▼

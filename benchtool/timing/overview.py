"""Enough of a trace to draw it without its samples."""

from __future__ import annotations

import math

import numpy as np

from benchtool.model.arrays import FloatArray, NDArray, distinct, middle
from benchtool.model.capture import BLOCK, LogicTrace, Trace, UniformTime, Waveform
from benchtool.model.overview import Overview
from benchtool.model.timing import Edges, Intervals

MOST_POINTS = 2000
MOST_PERIODS = 500
_CYCLES = 4.3
_MOST_BINS = 40


def make_overview(trace: Trace, edges: Edges, intervals: Intervals) -> Overview:
    """Return envelope, edges, histogram and periods in few enough points to draw.

    Args:
        trace: The trace; of a waveform only the first cycles are walked, in blocks.
        edges: Its edges.
        intervals: Its intervals.
    """
    until_s = _first_cycles(edges, intervals)
    if isinstance(trace, LogicTrace):
        at_s, low, high = _logic_envelope(edges, until_s)
    else:
        at_s, low, high = _envelope(trace, until_s)
    inside = edges.times_s <= (at_s[-1] if at_s.size else until_s)
    count, limits = _histogram(intervals.period_s, edges.step_s)
    chosen = _thinned(intervals.period_s.size)
    return Overview(
        envelope_s=at_s,
        envelope_low_v=low,
        envelope_high_v=high,
        edges_s=edges.times_s[inside][:MOST_POINTS],
        histogram_s=limits,
        histogram_count=count,
        periods_at_s=intervals.period_starts_s[chosen],
        periods_s=intervals.period_s[chosen],
    )


def _first_cycles(edges: Edges, intervals: Intervals) -> float:
    """Return the end of the first few cycles, or of the record where there are none."""
    if intervals.period_s.size:
        return float(intervals.period_starts_s[0] + _CYCLES * middle(intervals.period_s))
    return edges.runs[-1].end_s if edges.runs else 0.0


def _envelope(trace: Waveform, until_s: float) -> tuple[FloatArray, FloatArray, FloatArray]:
    """Return bin times with the least and greatest volt of each bin."""
    n_wanted = _samples_until(trace, until_s)
    bin_size = max(1, -(-n_wanted // MOST_POINTS))
    times: list[FloatArray] = []
    low: list[FloatArray] = []
    high: list[FloatArray] = []
    left = n_wanted
    for span in trace.spans:
        stop = min(span.stop, span.start + left)
        for first in range(span.start, stop, max(1, BLOCK // bin_size) * bin_size):
            last = min(stop, first + max(1, BLOCK // bin_size) * bin_size)
            values = _volts(trace, first, last)
            starts = np.arange(0, values.size, bin_size)
            low.append(np.fmin.reduceat(values, starts))
            high.append(np.fmax.reduceat(values, starts))
            times.append(_times(trace, span.start_s, span.start, first, last)[starts])
        left -= stop - span.start
        if left <= 0:
            break
    at_s, lows, highs = (np.concatenate(part) for part in (times, low, high))
    known = np.isfinite(lows)
    return (
        at_s[known][:MOST_POINTS],
        np.minimum(lows, highs)[known][:MOST_POINTS],
        np.maximum(lows, highs)[known][:MOST_POINTS],
    )


def _samples_until(trace: Waveform, until_s: float) -> int:
    total = sum(span.stop - span.start for span in trace.spans)
    if isinstance(trace.time, UniformTime):
        wanted = sum(
            min(span.stop - span.start, int((until_s - span.start_s) / trace.time.dt_s) + 1)
            for span in trace.spans
            if span.start_s <= until_s
        )
        return max(1, min(total, wanted))
    seen = 0
    for block in trace.time.stamps.blocks():
        before = int(np.count_nonzero(block.astype(np.float64) <= until_s))
        seen += before
        if before < block.size:
            break
    return max(1, min(total, seen))


def _volts(trace: Waveform, first: int, last: int) -> FloatArray:
    parts = [block.astype(np.float64) for block in trace.samples.blocks(first, last)]
    volts: FloatArray = np.concatenate(parts) * trace.scale.gain + trace.scale.offset
    return volts


def _times(trace: Waveform, start_s: float, start: int, first: int, last: int) -> FloatArray:
    if isinstance(trace.time, UniformTime):
        index = np.arange(first - start, last - start, dtype=np.float64)
        return start_s + index * trace.time.dt_s
    parts = [block.astype(np.float64) for block in trace.time.stamps.blocks(first, last)]
    stamps: FloatArray = np.concatenate(parts)
    return stamps


def _logic_envelope(edges: Edges, until_s: float) -> tuple[FloatArray, FloatArray, FloatArray]:
    """Return the corners of a 0/1 drawing."""
    times, states = edges.times_s, edges.rising
    chosen = np.flatnonzero(times <= until_s)[: MOST_POINTS // 2 - 2]
    start_s = edges.runs[0].start_s if edges.runs else 0.0
    starts_high = bool(edges.runs and edges.runs[0].starts_high)
    after = states[chosen].astype(np.float64)
    before = np.concatenate([[float(starts_high)], after[:-1]]) if chosen.size else np.empty(0)
    at_s = np.concatenate([[start_s], np.repeat(times[chosen], 2), [max(until_s, start_s)]])
    corners = np.stack([before, after], axis=1).ravel()
    last = corners[-1] if corners.size else float(starts_high)
    values = np.concatenate([[float(starts_high)], corners, [last]])
    return at_s, values, values


def _histogram(period_s: FloatArray, step_s: float) -> tuple[FloatArray, FloatArray]:
    """Return counts and bin limits; bins are no narrower than the grid."""
    if period_s.size < 2:
        return np.empty(0), np.empty(0)
    span_s = float(np.ptp(period_s))
    if span_s <= 1e-12 * float(period_s[0]):
        return np.empty(0), np.empty(0)
    bins = max(4, min(_MOST_BINS, round(math.sqrt(period_s.size))))
    if step_s > 0:
        bins = max(1, min(bins, round(span_s / step_s) + 1))
    count, limits = np.histogram(period_s, bins=bins)
    return count.astype(np.float64), limits


def _thinned(n: int) -> NDArray[np.int64]:
    return distinct(np.linspace(0, n - 1, min(n, MOST_PERIODS)).round().astype(np.int64))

▲

YOUR OBJECTIVE –
Your task is to find each line in the entries that contains the string "left" and copy it.

WRITTEN ANSWER –
    left = n_wanted
        stop = min(span.stop, span.start + left)
        left -= stop - span.start
        if left <= 0:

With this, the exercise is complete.